- Source data:

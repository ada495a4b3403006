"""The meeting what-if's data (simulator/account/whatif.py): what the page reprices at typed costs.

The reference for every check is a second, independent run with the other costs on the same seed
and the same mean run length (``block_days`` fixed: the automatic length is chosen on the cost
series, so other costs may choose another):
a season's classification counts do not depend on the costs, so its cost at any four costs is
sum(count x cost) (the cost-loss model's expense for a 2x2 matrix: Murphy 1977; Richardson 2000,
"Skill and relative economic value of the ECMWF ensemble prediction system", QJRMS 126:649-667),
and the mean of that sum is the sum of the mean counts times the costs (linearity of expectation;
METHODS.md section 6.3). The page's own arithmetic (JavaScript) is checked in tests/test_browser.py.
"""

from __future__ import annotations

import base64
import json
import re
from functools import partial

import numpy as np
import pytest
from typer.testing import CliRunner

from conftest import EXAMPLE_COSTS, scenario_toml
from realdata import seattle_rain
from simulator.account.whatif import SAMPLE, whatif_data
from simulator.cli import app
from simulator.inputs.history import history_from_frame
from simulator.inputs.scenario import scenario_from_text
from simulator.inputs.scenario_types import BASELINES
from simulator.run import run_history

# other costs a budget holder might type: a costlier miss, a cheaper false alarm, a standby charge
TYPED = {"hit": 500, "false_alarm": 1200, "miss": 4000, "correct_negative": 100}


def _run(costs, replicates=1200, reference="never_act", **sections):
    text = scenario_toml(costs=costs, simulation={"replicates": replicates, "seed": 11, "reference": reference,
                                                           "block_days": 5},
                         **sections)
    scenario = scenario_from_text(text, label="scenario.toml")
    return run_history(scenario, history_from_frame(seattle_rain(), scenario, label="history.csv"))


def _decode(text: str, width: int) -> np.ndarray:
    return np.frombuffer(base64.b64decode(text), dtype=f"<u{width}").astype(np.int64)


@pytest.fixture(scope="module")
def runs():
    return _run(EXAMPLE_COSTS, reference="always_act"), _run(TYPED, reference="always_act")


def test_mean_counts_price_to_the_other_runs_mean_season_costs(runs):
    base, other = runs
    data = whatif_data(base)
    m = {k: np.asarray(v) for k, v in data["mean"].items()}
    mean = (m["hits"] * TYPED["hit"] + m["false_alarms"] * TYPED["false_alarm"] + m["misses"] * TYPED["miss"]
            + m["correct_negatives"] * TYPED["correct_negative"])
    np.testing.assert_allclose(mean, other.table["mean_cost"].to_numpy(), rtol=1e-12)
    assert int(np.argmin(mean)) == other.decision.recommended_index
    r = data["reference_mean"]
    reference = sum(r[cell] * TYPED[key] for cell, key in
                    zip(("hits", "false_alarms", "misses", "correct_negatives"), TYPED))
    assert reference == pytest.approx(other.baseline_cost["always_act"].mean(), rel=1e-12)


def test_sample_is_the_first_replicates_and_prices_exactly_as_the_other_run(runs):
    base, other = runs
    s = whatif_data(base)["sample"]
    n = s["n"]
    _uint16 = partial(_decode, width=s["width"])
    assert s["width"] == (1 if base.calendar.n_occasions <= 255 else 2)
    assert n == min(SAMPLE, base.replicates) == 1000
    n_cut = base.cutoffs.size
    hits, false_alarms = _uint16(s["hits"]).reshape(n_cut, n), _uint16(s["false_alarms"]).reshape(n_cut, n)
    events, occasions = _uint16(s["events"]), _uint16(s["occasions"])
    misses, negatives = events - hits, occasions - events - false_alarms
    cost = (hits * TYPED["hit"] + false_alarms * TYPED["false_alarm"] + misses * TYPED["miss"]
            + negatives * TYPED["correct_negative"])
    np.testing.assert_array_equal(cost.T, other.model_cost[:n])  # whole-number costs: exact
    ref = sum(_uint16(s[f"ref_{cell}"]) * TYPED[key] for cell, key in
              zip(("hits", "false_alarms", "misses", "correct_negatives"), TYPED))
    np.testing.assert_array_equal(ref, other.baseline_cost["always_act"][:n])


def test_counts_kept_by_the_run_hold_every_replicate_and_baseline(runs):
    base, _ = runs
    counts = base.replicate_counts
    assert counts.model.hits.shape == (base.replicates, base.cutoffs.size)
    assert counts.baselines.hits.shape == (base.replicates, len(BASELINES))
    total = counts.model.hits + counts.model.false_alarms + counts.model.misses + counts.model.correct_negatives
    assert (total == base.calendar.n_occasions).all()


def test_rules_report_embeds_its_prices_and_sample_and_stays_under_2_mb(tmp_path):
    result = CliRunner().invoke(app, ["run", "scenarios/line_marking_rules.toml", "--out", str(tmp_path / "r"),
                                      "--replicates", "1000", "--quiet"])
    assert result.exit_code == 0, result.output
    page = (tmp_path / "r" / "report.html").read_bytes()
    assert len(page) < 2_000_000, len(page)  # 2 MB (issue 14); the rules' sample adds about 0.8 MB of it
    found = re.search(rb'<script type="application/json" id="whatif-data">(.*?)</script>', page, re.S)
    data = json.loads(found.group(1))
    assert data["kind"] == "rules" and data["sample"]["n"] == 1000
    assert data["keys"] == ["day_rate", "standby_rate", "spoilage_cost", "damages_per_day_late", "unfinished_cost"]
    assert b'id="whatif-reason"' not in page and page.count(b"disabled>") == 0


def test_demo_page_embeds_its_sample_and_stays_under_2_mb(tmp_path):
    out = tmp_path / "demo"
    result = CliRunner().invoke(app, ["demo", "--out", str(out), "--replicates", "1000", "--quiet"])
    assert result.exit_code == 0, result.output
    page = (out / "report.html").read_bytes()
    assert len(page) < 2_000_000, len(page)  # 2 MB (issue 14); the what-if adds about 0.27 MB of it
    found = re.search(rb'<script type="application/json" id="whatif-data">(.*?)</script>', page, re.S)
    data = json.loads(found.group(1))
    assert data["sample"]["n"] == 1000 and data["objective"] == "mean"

- What is being asked: In the records above, find the line with "np.asarray(v) for k, v"; write out exactly that line and each one after it, stopping after the line with "cost = (hits".

- Answer:
    m = {k: np.asarray(v) for k, v in data["mean"].items()}
    mean = (m["hits"] * TYPED["hit"] + m["false_alarms"] * TYPED["false_alarm"] + m["misses"] * TYPED["miss"]
            + m["correct_negatives"] * TYPED["correct_negative"])
    np.testing.assert_allclose(mean, other.table["mean_cost"].to_numpy(), rtol=1e-12)
    assert int(np.argmin(mean)) == other.decision.recommended_index
    r = data["reference_mean"]
    reference = sum(r[cell] * TYPED[key] for cell, key in
                    zip(("hits", "false_alarms", "misses", "correct_negatives"), TYPED))
    assert reference == pytest.approx(other.baseline_cost["always_act"].mean(), rel=1e-12)


def test_sample_is_the_first_replicates_and_prices_exactly_as_the_other_run(runs):
    base, other = runs
    s = whatif_data(base)["sample"]
    n = s["n"]
    _uint16 = partial(_decode, width=s["width"])
    assert s["width"] == (1 if base.calendar.n_occasions <= 255 else 2)
    assert n == min(SAMPLE, base.replicates) == 1000
    n_cut = base.cutoffs.size
    hits, false_alarms = _uint16(s["hits"]).reshape(n_cut, n), _uint16(s["false_alarms"]).reshape(n_cut, n)
    events, occasions = _uint16(s["events"]), _uint16(s["occasions"])
    misses, negatives = events - hits, occasions - events - false_alarms
    cost = (hits * TYPED["hit"] + false_alarms * TYPED["false_alarm"] + misses * TYPED["miss"]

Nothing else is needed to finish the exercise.